14 Truths About Document AI - Everything You Need to Get Started

by Chris Dearner | November 6, 2020

What is document AI, and how does it work? This primer on all things artificial intelligence was written by:

Dr. Chris Dearner,
Grooper Product Manager

14 Truths About How Document AI Works to Get Data:

  1. What is artificial intelligence?
  2. What is machine learning?
  3. What is supervised machine learning?
  4. What is unsupervised machine learning?
  5. What is broad vs. narrow AI?
  6. What is natural language processing?
  7. What is deep learning?
  8. What is a neural network?
  9. How do neural nets work?
  10. What is Tensorflow?
  11. What is a GAN?
  12. What is TFIDF?
  13. What is computer vision?
  14. The brutal truth about AI

Two Sides of Artificial Intelligence

ai documentAI is a loose term, but mostly means using computers to solve problems that are generally understood to require “intelligent” judgement, such as recognizing faces, driving cars, classifying documents, making medical decisions, among others.

Many, if not most, AI tasks in the real world involve either:

  1. Classification of inputs into categories or
  2. Generation of content similar to a training set.

When you read about AI being used to, for example, screen resumes, predict the risk of recidivism, or diagnose cancer, it falls under the former category.

If you see an AI that generates human-like text, it’s the latter category.
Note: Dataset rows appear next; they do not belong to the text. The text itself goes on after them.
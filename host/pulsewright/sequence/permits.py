"""What a sequence is permitted: made from the definition and the rig, sealed with the program's CRC-32."""

from __future__ import annotations

import zlib
from collections.abc import Iterable

from pulsewright.chip.model import Definition
from pulsewright.rig.model import RailStep, Rig
from pulsewright.sequence.build import Builder
from pulsewright.sequence.identity import wanted_ids
from pulsewright.sequence.levels import choose_raised, top_mv
from pulsewright.sequence.lower import raised_steps
from pulsewright.sequence.pinmap import PinMap
from pulsewright.units import Rounding, ticks
from pulsewright.wire.permit import NO_SWITCH, Permit, VccStep
from pulsewright.wire.tables import Identity


def _ceilings(b: Builder, modes: Iterable[str]) -> dict[int, int]:
    """Raised switch -> highest count any of these modes allows there."""
    ceilings: dict[int, int] = {}
    for name in modes:
        for pin, step in raised_steps(b, b.definition.modes[name]).items():
            switch = b.pins.switch(pin)
            count = switch.scaling.count_at_most(top_mv(b.definition, b.rig, pin, step))
            ceilings[switch.number] = max(count, ceilings.get(switch.number, 0))
    return ceilings


def _vcc_steps(definition: Definition, rig: Rig, used: dict[str, RailStep]) -> tuple[VccStep, ...]:
    """Each VCC rail step in use with the tightest window of the supply steps that use it."""
    windows: dict[int, tuple[int, int]] = {}
    for name, rail_step in used.items():
        step = definition.supplies[name]
        low, high = rig.socket_vcc.count_at_least(step.min_mv), rig.socket_vcc.count_at_most(step.max_mv)
        seen = windows.get(rail_step.number, (low, high))
        windows[rail_step.number] = max(low, seen[0]), min(high, seen[1])
    settle = ticks(rig.vcc.settle_ps, Rounding.AT_LEAST)
    return tuple(VccStep(number, low, high, settle) for number, (low, high) in sorted(windows.items()))


def _drives(definition: Definition, pins: PinMap) -> tuple[bytes, ...]:
    """Every control-line pattern of the mode table in which the chip drives D."""
    patterns = {pins.pattern(mode) for mode in definition.modes.values() if mode.data == "out"}
    return tuple(sorted(patterns))


def make_permit(b: Builder, modes: Iterable[str], vcc_used: dict[str, RailStep], code: bytes) -> Permit:
    """The permit of a finished program that goes past the gate to `modes` and uses these steps of VCC."""
    definition, rig = b.definition, b.rig
    switch, step, ceiling = NO_SWITCH, 0, 0
    identity = Identity.NONE
    if definition.identify == "mode":
        identity = Identity.WANTED
        wanted = raised_steps(b, definition.modes[definition.identify_mode])
        pin, supply = next(iter(wanted.items()))
        switch = b.pins.switch(pin).number
        step = choose_raised(definition, rig, wanted).number
        ceiling = b.pins.switch(pin).scaling.count_at_most(top_mv(definition, rig, pin, supply))
    return Permit(
        identity=identity,
        alternatives=tuple(tuple((cell.at, cell.is_) for cell in ids) for ids in wanted_ids(definition)),
        identify_switch=switch,
        identify_step=step,
        identify_ceiling=ceiling,
        raised=tuple(sorted(_ceilings(b, modes).items())),
        vcc=_vcc_steps(definition, rig, vcc_used),
        vcc_to=b.pins.vcc_mask,
        drives=_drives(definition, b.pins),
        safe=b.pins.pattern(definition.modes["standby"]),
        self_timed=0,
        crc32=zlib.crc32(code),
    )
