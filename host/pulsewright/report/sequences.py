"""A compiled sequence for a reader: each op under what it is for and the definition's line, the permit in volts."""

from __future__ import annotations

from pulsewright.chip.model import Definition
from pulsewright.jobs.story import scaling_of, volts
from pulsewright.report.pinout import positions_of
from pulsewright.rig.model import Rig
from pulsewright.sequence.types import Origin, Proof, Sequence
from pulsewright.units import show_count, show_mv, show_ticks
from pulsewright.wire.ops import Instruction, decode_program, line_of
from pulsewright.wire.permit import NO_SWITCH
from pulsewright.wire.tables import Bias, Channel, Fail, Group, Identity, Level, Op, Range
from pulsewright.wire.tables import Rail as RailNumber

_TIMES = ("ticks", "wait", "width", "max", "limit", "setup", "hold", "fall", "recover", "access", "float", "unit")
_LEVELS = {Level.LOW: "L", Level.HIGH: "H", Level.RELEASED: "released"}


class Wording:
    """Says ops and permits of one definition on one rig in its pins' names, in volts and in times."""

    def __init__(self, definition: Definition, rig: Rig) -> None:
        self._rig = rig
        roles = {position: definition.role_of(pin) for pin, position in positions_of(definition, rig).items()}
        positions = rig.site.positions.values()
        self._names = {
            position.line: roles.get(position.number) or f"position {position.number}"
            for position in positions
            if position.line is not None
        }

    def lines(self, raw: bytes) -> str:
        """Line bytes as text: "CE=H OE=L"."""
        shown = []
        for entry in raw:
            line, level = line_of(entry)
            shown.append(f"{self._names.get(line, f'line {line}')}={_LEVELS[level]}")
        return " ".join(shown) or "none"

    def switches(self, mask: int) -> str:
        """A mask of raised switches as positions."""
        found = [f"position {switch.position}" for switch in self._rig.switches if mask >> switch.number & 1]
        return " and ".join(found) or "none"

    def op(self, instruction: Instruction) -> str:
        """An op with its arguments: times, volts, pins."""
        op, args = instruction.op, instruction.args
        if op is Op.MEASURE:
            name, scaling = scaling_of(self._rig, args["channel"])
            window = f"{volts(scaling, args['low'])} to {volts(scaling, args['high'])}"
            return f"measure {name}: {window} within {show_ticks(args['limit'])}"
        if op is Op.RAIL:
            rail = self._rig.vcc if args["rail"] == RailNumber.VCC else self._rig.raised
            return f"rail {rail.name} to step {args['step']} ({show_mv(rail.step(args['step']).mv)})"
        return " ".join(
            [op.name.lower(), *(f"{name}={self._argument(op, name, value)}" for name, value in args.items())]
        )

    def _argument(self, op: Op, name: str, value: object) -> str:
        if isinstance(value, bytes):
            return f"[{self.lines(value)}]"
        if not isinstance(value, int):
            return str(value)
        if name in _TIMES or name == "over_max":
            return show_ticks(value)
        if name == "line" and op is Op.SENSE:
            return self._names.get(value & 63, str(value))
        if name in ("line", "strobe"):
            return self.lines(bytes([value]))
        if name == "switches" or (op, name) == (Op.SWITCHES, "on"):
            return self.switches(value)
        if (op, name) == (Op.RANGE, "which"):
            return Range(value).name.lower()
        if (op, name) == (Op.BIAS, "how"):
            return Bias(value).name.lower()
        if (op, name) == (Op.BIAS, "groups"):
            return "+".join(group.name.lower() for group in Group if value & group) or "none"
        if (op, name) == (Op.FAIL, "why"):
            return Fail(value).name.lower()
        return f"{value:04X}" if name in ("at", "first", "word", "mask") else str(value)

    def permit(self, sequence: Sequence) -> list[str]:
        """The permit in volts and positions."""
        rig, permit = self._rig, sequence.permit
        lines = [f"identity: {Identity(permit.identity).name.lower().replace('_', ' ')}"]
        lines += ["ID " + ", ".join(f"{word:02X} at {at:04X}" for at, word in cells) for cells in permit.alternatives]
        if permit.identify_switch != NO_SWITCH:
            name, scaling = scaling_of(rig, Channel.POSITION + permit.identify_switch)
            step = show_mv(rig.raised.step(permit.identify_step).mv)
            lines.append(f"before the gate: {name} at {step}, ceiling {volts(scaling, permit.identify_ceiling)}")
        for switch, ceiling in permit.raised:
            name, scaling = scaling_of(rig, Channel.POSITION + switch)
            lines.append(f"past the gate: {name}, ceiling {volts(scaling, ceiling)}")
        for vcc in permit.vcc:
            window = f"{volts(rig.socket_vcc, vcc.low)} to {volts(rig.socket_vcc, vcc.high)}"
            level = show_mv(rig.vcc.step(vcc.step).mv)
            lines.append(f"VCC step {vcc.step} ({level}): {window}, settles in {show_ticks(vcc.settle)}")
        lines.append(f"safe pattern: {self.lines(permit.safe)}")
        timed = show_ticks(permit.self_timed) if permit.self_timed else "none"
        return [*lines, f"longest self-timed work: {timed}", f"CRC-32 of the ops {permit.crc32:08X}"]


def _heading(origin: Origin | None) -> str:
    if origin is None:
        return "unknown"
    place = f"  ({origin.where})" if str(origin.where) else ""
    return f"{origin.part}: {origin.text}{place}"


def sequence_lines(sequence: Sequence, proof: Proof, definition: Definition, rig: Rig) -> list[str]:
    """Title, permit, every op under its origin, notes, and the proof's word."""
    wording = Wording(definition, rig)
    lines = [f"{sequence.title}: {len(sequence.code)} bytes", "permit"]
    lines += [f"  {line}" for line in wording.permit(sequence)]
    if sequence.data_sha256:
        lines.append(f"  data SHA-256 {sequence.data_sha256}")
    heading = ""
    for offset, instruction in decode_program(sequence.code).code:
        own = _heading(sequence.origin_at(offset))
        if own != heading:
            lines.append(own)
            heading = own
        lines.append(f"  {offset:>4}  {wording.op(instruction)}")
    lines += [f"note: {note}" for note in sequence.notes]
    if proof.accepted:
        lines.append(f"proof: accepted; {proof.ops} ops, {proof.states} states on all paths")
    else:
        lines.append(f"proof: refused, {show_count(len(proof.findings), 'finding')}")
        lines += [f"  {finding}" for finding in proof.findings]
    return lines


def sequence_facts(sequence: Sequence, proof: Proof, definition: Definition, rig: Rig) -> dict[str, object]:
    """The same as JSON values."""
    wording = Wording(definition, rig)
    ops = []
    for offset, instruction in decode_program(sequence.code).code:
        origin = sequence.origin_at(offset)
        ops.append(
            {
                "at": offset,
                "op": wording.op(instruction),
                "part": origin.part if origin is not None else "",
                "for": origin.text if origin is not None else "",
                "definition": str(origin.where) if origin is not None else "",
            }
        )
    return {
        "kind": sequence.kind,
        "title": sequence.title,
        "bytes": len(sequence.code),
        "crc32": f"{sequence.permit.crc32:08X}",
        "data_sha256": sequence.data_sha256,
        "permit": wording.permit(sequence),
        "ops": ops,
        "notes": list(sequence.notes),
        "proof": {
            "accepted": proof.accepted,
            "ops": proof.ops,
            "states": proof.states,
            "findings": [str(finding) for finding in proof.findings],
        },
    }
Learn More About Intelligent Document Processing

This may involve machine learning; it may not. They may also be thinking of using neural networks or other sophisticated machine learning systems to solve problems without much human guidance; more on this later.

Machine Learning is a way to build systems that display artificial intelligence (read: can solve hard problems).
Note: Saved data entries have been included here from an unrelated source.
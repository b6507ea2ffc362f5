"""A compiled sequence for a reader: each op with what it is for and the definition's line, the permit in volts."""

from __future__ import annotations

from pulsewright.jobs.translate import scaling_of, volts
from pulsewright.report.modes import table
from pulsewright.rig.model import Rig
from pulsewright.sequence.types import Proof, Sequence
from pulsewright.units import show_mv, show_ticks
from pulsewright.wire.ops import Instruction, decode_program, line_of
from pulsewright.wire.permit import NO_SWITCH
from pulsewright.wire.tables import Bias, Channel, Fail, Group, Identity, Level, Op, Range
from pulsewright.wire.tables import Rail as RailNumber

_TIMES = ("ticks", "wait", "width", "max", "limit", "setup", "hold", "fall", "recover", "access", "float", "unit", "over_max")
_LEVELS = {Level.LOW: "L", Level.HIGH: "H", Level.RELEASED: "free"}


def lines_text(raw: bytes) -> str:
    """Line bytes as text: "22=H 24=L"."""
    shown = []
    for entry in raw:
        line, level = line_of(entry)
        shown.append(f"{line}={_LEVELS[level]}")
    return " ".join(shown) or "none"


def positions_text(mask: int, rig: Rig) -> str:
    """A mask of raised switches as positions."""
    return " ".join(f"position {switch.position}" for switch in rig.switches if mask >> switch.number & 1) or "none"


def op_text(instruction: Instruction, rig: Rig) -> str:
    """An op with its arguments as a person reads them: times, volts, lines, positions."""
    op, args = instruction.op, dict(instruction.args)
    parts = [op.name.lower()]
    if op is Op.MEASURE:
        name, scaling = scaling_of(rig, args["channel"])
        low, high = volts(scaling, args["low"]), volts(scaling, args["high"])
        return f"measure {name}: {low} to {high} within {show_ticks(args['limit'])}"
    if op is Op.RAIL:
        rail = rig.vcc if args["rail"] == RailNumber.VCC else rig.raised
        return f"rail {rail.name} to step {args['step']} ({show_mv(rail.step(args['step']).mv)})"
    for name, value in args.items():
        parts.append(f"{name}={_argument(op, name, value, rig)}")
    return " ".join(parts)


def _argument(op: Op, name: str, value: object, rig: Rig) -> str:
    if isinstance(value, bytes):
        return f"[{lines_text(value)}]"
    if not isinstance(value, int):
        return str(value)
    if name in _TIMES:
        return show_ticks(value)
    if name in ("line", "strobe"):
        return lines_text(bytes([value]))
    if (op, name) == (Op.SWITCHES, "on") or name == "switches":
        return positions_text(value, rig)
    if (op, name) == (Op.RANGE, "which"):
        return Range(value).name.lower()
    if (op, name) == (Op.BIAS, "how"):
        return Bias(value).name.lower()
    if (op, name) == (Op.BIAS, "groups"):
        return "+".join(group.name.lower() for group in Group if value & group) or "none"
    if (op, name) == (Op.FAIL, "why"):
        return Fail(value).name.lower()
    if name in ("at", "first", "word", "mask"):
        return f"{value:04X}"
    return str(value)


def permit_lines(sequence: Sequence, rig: Rig) -> list[str]:
    """The permit in volts and positions."""
    permit = sequence.permit
    lines = [f"identity: {Identity(permit.identity).name.lower().replace('_', ' ')}"]
    for cells in permit.alternatives:
        lines.append("ID " + ", ".join(f"{word:02X} at {at:04X}" for at, word in cells))
    if permit.identify_switch != NO_SWITCH:
        name, scaling = scaling_of(rig, Channel.POSITION + permit.identify_switch)
        step = show_mv(rig.raised.step(permit.identify_step).mv)
        lines.append(f"before the gate: {name} at {step}, ceiling {volts(scaling, permit.identify_ceiling)}")
    for switch, ceiling in permit.raised:
        name, scaling = scaling_of(rig, Channel.POSITION + switch)
        lines.append(f"past the gate: {name}, ceiling {volts(scaling, ceiling)}")
    for step in permit.vcc:
        window = f"{volts(rig.socket_vcc, step.low)} to {volts(rig.socket_vcc, step.high)}"
        lines.append(
            f"VCC step {step.step} ({show_mv(rig.vcc.step(step.step).mv)}): {window}, settles in {show_ticks(step.settle)}"
        )
    lines.append(f"safe pattern: {lines_text(permit.safe)}")
    lines.append(f"longest self-timed work: {show_ticks(permit.self_timed)}; CRC-32 {permit.crc32:08X}")
    return lines


def _rows(sequence: Sequence, rig: Rig) -> list[list[str]]:
    rows = []
    for offset, instruction in decode_program(sequence.code).code:
        origin = sequence.origin_at(offset)
        part, text, where = (origin.part, origin.text, str(origin.where)) if origin is not None else ("", "", "")
        rows.append([str(offset), op_text(instruction, rig), part, text, where])
    return rows


def sequence_lines(sequence: Sequence, proof: Proof, rig: Rig) -> list[str]:
    """Title, permit, every op with its origin, notes, and the proof's word."""
    lines = [f"{sequence.title}: {len(sequence.code)} bytes", "permit"]
    lines += [f"  {line}" for line in permit_lines(sequence, rig)]
    if sequence.data_sha256:
        lines.append(f"  data SHA-256 {sequence.data_sha256}")
    lines += table(["at", "op", "part", "for", "definition"], _rows(sequence, rig))
    lines += [f"note: {note}" for note in sequence.notes]
    if proof.accepted:
        lines.append(f"proof: accepted; {proof.ops} ops, {proof.states} states on all paths")
    else:
        lines.append(f"proof: refused, {len(proof.findings)} findings")
        lines += [f"  {finding}" for finding in proof.findings]
    return lines


def sequence_facts(sequence: Sequence, proof: Proof, rig: Rig) -> dict[str, object]:
    """The same as JSON values."""
    return {
        "kind": sequence.kind,
        "title": sequence.title,
        "bytes": len(sequence.code),
        "crc32": f"{sequence.permit.crc32:08X}",
        "data_sha256": sequence.data_sha256,
        "permit": permit_lines(sequence, rig),
        "ops": [
            {"at": int(at), "op": text, "part": part, "for": why, "definition": where}
            for at, text, part, why, where in _rows(sequence, rig)
        ],
        "notes": list(sequence.notes),
        "proof": {
            "accepted": proof.accepted,
            "ops": proof.ops,
            "states": proof.states,
            "findings": [str(finding) for finding in proof.findings],
        },
    }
Generally speaking, it is a strategy that builds systems that:

  1. Are not specifically programmed to perform their task until they are given training data
  2. Get better (to a point) at performing their task when exposed to more data or more inputs

Machine Learning in Document AI

Machine learning algorithms are generally divided into two types: supervised and unsupervised.

Intelligent document processing (IDP), classification, separation, and extraction systems all incorporate Machine Learning algorithms.

Generally, when people are concerned with ML, chances are they’re really concerned with how much work they’re going to have to do to get Grooper to process their data. More on that below, following the section on Unsupervised ML.

How Supervised Machine Learning Applies to Document AIGrooper Intelligent Document Processing

This is how the central machine learning algorithm in document AI works: the Grooper Architect determines a discrete set of categories, and gives an initial set of properly labeled training for the algorithm to begin making predictions.

Grooper is designed this way because human-supervised ML works better, especially for the sorts of complicated problems that are our bread and butter.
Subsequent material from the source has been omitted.